Legislative Developments 2-05-2024

Legislative Developments 2-05-2024

Article 9 and lien-related legislation

Tennessee: Senate Bill 2110 was introduced on 1/29/2024 to amend the definition of “deposit account” in the state’s version of Uniform Commercial Code (UCC) § 9-102(a)(29). The new definition provides that the term does not include United States central bank digital currency. This appears to be similar to House Bill 1662, which was introduced last month.

Utah: Senate Bill 43, which would amend the state’s version of UCC § 9-513, passed the Senate on 1/31/2024. The amendment would add a new section that requires a filing office to send a notice to the secured party of record if the debtor files a termination statement.

Virginia: House Bill 414, which would prohibit a clerk of the circuit court from charging a separate fee for indexing a document that may serve as two or more instruments with independent legal purposes, passed the House on 2/1/2024. The prohibition would specifically apply to a record of mortgage effective as a financing statement under the state’s version of UCC § 9-502.

Other uniform laws legislation (includes the 2022 Amendments to the UCC with UCC Article 12-Controllable Electronic Records)

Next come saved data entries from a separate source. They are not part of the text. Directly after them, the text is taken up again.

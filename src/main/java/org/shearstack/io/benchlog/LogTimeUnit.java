package org.shearstack.io.benchlog;

import java.util.Locale;
import java.util.Optional;

/** Unit of a log's time column. */
public enum LogTimeUnit {
    SECOND("s", 1.0),
    MILLISECOND("ms", 1e-3);

    private final String symbol;
    private final double toSeconds;

    LogTimeUnit(String symbol, double toSeconds) {
        this.symbol = symbol;
        this.toSeconds = toSeconds;
    }

    public String symbol() {
        return symbol;
    }

    public double toSeconds(double value) {
        return value * toSeconds;
    }

    /** The unit for a symbol as written in a header or an option ("s", "sec", "ms", ...), if known. */
    public static Optional<LogTimeUnit> fromSymbol(String text) {
        switch (text.trim().toLowerCase(Locale.ROOT)) {
            case "s", "sec", "secs", "second", "seconds":
                return Optional.of(SECOND);
            case "ms", "msec", "millis", "millisecond", "milliseconds":
                return Optional.of(MILLISECOND);
            default:
                return Optional.empty();
        }
    }
}
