package org.shearstack.io.benchlog;

import java.util.List;
import java.util.stream.Collectors;

/** A bench log that cannot be used; carries every located problem found. */
public final class BenchLogException extends Exception {
    private final transient List<LogProblem> problems;

    public BenchLogException(List<LogProblem> problems) {
        super(problems.stream().map(LogProblem::message).collect(Collectors.joining("\n")));
        this.problems = List.copyOf(problems);
    }

    public BenchLogException(LogProblem problem) {
        this(List.of(problem));
    }

    public List<LogProblem> problems() {
        return problems;
    }
}
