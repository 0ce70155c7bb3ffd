package org.shearstack.rules;

import static org.junit.jupiter.api.Assertions.assertEquals;

import org.junit.jupiter.api.Test;

class QuantisedTest {

    @Test
    void thicknessRoundsUpToWholeLayers() {
        // DESIGN.md §2: a 0.75 mm disc on 0.25 mm layers is exactly three layers (exact arithmetic)
        Quantised q = Quantised.toLayers(0.75, 0.25, 1);
        assertEquals(3, q.count());
        assertEquals(0.75, q.valueMm(), 1e-12);
        Quantised up = Quantised.toLayers(0.7, 0.2, 1);
        assertEquals(4, up.count());
        assertEquals("0.7 mm rounded up to 4 layers of 0.2 mm = 0.8 mm", up.words());
    }

    @Test
    void wallRoundsUpToWholeLineWidthsWithAMinimum() {
        assertEquals(2, Quantised.toLineWidths(0.5, 0.45, 2).count());
        assertEquals(3, Quantised.toLineWidths(0.91, 0.45, 2).count());
        assertEquals(1.35, Quantised.toLineWidths(0.91, 0.45, 2).valueMm(), 1e-12);
    }
}
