package org.shearstack.rules;

import static org.junit.jupiter.api.Assertions.assertTrue;

import java.io.IOException;
import java.nio.file.Files;
import java.nio.file.Path;
import org.junit.jupiter.api.Tag;
import org.junit.jupiter.api.Test;

/** Mutated specs give a design or located problems, never a stack trace. */
class SpecFuzzTest {

    private static String demo() throws IOException {
        return Files.readString(Path.of("examples/classroom-demo.yaml"));
    }

    @Test
    void threeHundredMutationsNeverCrash() throws IOException {
        SpecFuzz.Counts c = SpecFuzz.run(demo(), 300, 20_240_601L);
        // both outcomes occur, so the test exercises both paths
        assertTrue(c.designs() > 0 && c.rejected() > 0, c.toString());
    }

    @Test
    @Tag("bench")
    void tenThousandMutationsNeverCrash() throws IOException {
        long start = System.nanoTime();
        SpecFuzz.Counts c = SpecFuzz.run(demo(), 10_000, 7L);
        System.out.printf(java.util.Locale.ROOT, "fuzz: 10000 cases, %d designs, %d rejected, %.1f ms/case%n",
                c.designs(), c.rejected(), (System.nanoTime() - start) / 1e6 / 10_000);
        assertTrue(c.designs() + c.rejected() == 10_000);
    }
}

Arizona: Senate Bill 1497 was introduced on 1/29/2024 to (i) define “central bank digital currency” and what constitutes legal tender in the state; (ii) prohibit the use of central bank digital currency within the state; and (iii) amend the state’s version of UCC § 1-201 to exclude central bank digital currency from the definition of “money.” This appears similar to Senate Bill 1281, which was reported last week.

Kentucky: Senate Bill 155 was introduced on 1/31/2024 to enact the 2022 Amendments to the UCC, including UCC Article 12-Controllable Electronic Records, and related amendments.

Missouri: Senate Bill 1352 was introduced on 1/25/2024 to enact the 2022 Amendments to the UCC, including UCC Article 12-Controllable Electronic Records, and related amendments. The bill includes non-uniform provisions that add a definition for “central bank digital currency” and broadly excludes from the definition of “money” any electronic medium of exchange authorized or adopted by the government and central bank digital currency.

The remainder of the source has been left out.